*** Material for the task Section Begins ***
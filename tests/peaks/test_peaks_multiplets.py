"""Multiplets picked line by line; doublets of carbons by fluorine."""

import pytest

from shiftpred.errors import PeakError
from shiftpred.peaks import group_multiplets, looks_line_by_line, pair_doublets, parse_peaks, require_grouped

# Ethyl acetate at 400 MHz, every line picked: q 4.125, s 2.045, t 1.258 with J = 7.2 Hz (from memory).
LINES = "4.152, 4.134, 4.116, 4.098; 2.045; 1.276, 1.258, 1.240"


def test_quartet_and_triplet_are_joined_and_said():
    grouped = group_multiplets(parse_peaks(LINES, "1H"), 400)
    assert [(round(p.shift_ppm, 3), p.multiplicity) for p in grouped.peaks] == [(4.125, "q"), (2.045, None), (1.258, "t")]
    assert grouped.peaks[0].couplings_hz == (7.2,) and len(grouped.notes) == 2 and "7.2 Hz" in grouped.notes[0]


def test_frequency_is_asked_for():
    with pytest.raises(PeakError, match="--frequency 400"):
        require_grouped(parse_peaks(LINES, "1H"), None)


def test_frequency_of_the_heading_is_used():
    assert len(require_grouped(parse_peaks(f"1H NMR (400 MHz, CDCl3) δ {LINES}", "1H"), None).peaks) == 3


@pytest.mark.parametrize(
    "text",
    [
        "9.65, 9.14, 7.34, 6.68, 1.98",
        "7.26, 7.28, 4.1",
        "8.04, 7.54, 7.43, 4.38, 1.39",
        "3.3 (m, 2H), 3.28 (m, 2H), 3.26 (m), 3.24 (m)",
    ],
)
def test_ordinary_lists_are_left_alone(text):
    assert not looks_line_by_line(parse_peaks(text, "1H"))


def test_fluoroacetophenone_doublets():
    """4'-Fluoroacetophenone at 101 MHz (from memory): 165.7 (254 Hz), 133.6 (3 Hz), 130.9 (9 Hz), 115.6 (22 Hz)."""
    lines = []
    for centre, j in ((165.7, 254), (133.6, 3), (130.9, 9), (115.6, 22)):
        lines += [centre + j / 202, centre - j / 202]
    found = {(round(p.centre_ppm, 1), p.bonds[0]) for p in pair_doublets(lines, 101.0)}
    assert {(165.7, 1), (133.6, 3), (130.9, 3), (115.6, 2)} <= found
*** Material for the task Section Ends ***
*** Material for the task Section Begins ***
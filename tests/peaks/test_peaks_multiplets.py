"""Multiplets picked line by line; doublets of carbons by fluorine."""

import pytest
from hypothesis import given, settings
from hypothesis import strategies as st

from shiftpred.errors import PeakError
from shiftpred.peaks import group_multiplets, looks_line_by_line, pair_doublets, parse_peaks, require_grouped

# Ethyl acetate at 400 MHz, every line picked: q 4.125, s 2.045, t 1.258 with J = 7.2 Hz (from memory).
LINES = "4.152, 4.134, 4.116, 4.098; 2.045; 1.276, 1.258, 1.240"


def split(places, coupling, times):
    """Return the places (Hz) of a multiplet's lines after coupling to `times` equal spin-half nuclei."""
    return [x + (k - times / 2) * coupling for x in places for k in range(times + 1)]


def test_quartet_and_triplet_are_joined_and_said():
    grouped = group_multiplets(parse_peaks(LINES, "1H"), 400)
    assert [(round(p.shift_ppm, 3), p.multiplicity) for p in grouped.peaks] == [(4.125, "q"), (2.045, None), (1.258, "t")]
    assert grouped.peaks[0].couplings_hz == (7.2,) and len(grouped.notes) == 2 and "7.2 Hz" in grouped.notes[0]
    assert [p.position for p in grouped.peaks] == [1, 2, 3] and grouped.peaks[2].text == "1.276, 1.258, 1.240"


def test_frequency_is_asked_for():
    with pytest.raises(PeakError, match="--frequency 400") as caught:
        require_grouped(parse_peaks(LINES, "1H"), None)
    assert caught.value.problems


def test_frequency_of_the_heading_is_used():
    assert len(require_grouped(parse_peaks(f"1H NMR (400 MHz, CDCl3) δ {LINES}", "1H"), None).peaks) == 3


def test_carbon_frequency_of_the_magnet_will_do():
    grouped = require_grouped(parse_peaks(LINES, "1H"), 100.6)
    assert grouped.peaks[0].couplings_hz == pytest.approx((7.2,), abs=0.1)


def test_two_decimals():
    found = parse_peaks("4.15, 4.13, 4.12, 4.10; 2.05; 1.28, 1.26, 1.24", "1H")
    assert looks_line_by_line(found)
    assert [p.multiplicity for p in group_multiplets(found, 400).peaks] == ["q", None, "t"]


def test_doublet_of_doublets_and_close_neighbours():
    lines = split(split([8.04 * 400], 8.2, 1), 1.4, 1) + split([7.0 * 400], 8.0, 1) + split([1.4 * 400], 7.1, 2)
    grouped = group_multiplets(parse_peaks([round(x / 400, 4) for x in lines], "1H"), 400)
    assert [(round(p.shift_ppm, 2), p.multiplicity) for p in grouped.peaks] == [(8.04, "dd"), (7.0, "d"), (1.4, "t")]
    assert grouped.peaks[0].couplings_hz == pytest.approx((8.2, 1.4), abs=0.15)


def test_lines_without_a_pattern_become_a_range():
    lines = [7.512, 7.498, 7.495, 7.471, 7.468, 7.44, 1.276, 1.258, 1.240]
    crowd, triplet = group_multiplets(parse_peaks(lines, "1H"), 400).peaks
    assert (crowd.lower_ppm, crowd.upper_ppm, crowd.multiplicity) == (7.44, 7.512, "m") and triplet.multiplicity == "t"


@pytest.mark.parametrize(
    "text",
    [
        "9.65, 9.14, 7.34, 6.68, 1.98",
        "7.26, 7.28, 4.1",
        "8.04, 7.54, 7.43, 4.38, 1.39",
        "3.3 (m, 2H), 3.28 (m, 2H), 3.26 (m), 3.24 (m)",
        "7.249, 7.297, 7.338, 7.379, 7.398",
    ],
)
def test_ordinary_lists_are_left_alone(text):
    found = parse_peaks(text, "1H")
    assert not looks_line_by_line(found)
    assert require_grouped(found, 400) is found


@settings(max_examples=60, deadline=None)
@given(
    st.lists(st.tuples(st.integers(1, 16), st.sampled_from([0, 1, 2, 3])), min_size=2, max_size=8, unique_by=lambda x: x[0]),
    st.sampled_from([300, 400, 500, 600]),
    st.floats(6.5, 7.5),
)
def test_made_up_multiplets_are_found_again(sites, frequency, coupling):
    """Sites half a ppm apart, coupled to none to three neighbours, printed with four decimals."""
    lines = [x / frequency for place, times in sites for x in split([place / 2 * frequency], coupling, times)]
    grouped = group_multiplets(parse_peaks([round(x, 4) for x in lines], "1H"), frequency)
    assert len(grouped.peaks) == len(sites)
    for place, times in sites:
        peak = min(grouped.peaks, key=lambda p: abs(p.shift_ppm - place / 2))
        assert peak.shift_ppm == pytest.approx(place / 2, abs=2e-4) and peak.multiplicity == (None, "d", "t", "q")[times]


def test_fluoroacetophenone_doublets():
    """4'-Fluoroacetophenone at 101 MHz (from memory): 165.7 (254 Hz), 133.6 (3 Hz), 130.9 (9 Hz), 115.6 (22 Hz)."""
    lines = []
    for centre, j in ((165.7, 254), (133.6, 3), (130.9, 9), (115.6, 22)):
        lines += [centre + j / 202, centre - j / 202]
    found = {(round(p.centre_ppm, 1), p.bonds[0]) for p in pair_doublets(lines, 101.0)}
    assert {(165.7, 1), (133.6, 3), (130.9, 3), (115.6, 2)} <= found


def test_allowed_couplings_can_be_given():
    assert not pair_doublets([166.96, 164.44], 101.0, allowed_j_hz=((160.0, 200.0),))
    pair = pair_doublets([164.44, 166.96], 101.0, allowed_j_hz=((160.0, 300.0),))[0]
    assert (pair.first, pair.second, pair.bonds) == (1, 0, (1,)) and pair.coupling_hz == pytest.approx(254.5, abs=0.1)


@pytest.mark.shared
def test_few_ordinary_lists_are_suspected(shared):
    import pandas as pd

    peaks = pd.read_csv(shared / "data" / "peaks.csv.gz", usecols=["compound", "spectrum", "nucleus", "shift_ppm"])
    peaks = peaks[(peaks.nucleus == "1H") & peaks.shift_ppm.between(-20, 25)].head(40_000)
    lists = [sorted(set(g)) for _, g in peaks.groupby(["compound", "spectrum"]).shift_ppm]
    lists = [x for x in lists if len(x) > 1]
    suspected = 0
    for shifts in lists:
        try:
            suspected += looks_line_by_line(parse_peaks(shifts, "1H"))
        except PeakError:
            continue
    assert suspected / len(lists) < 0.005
*** Material for the task Section Ends ***
- Instructions to follow -
From the entries, find how many lines contain "approx" and give the number alone.

- Answer to this task -
4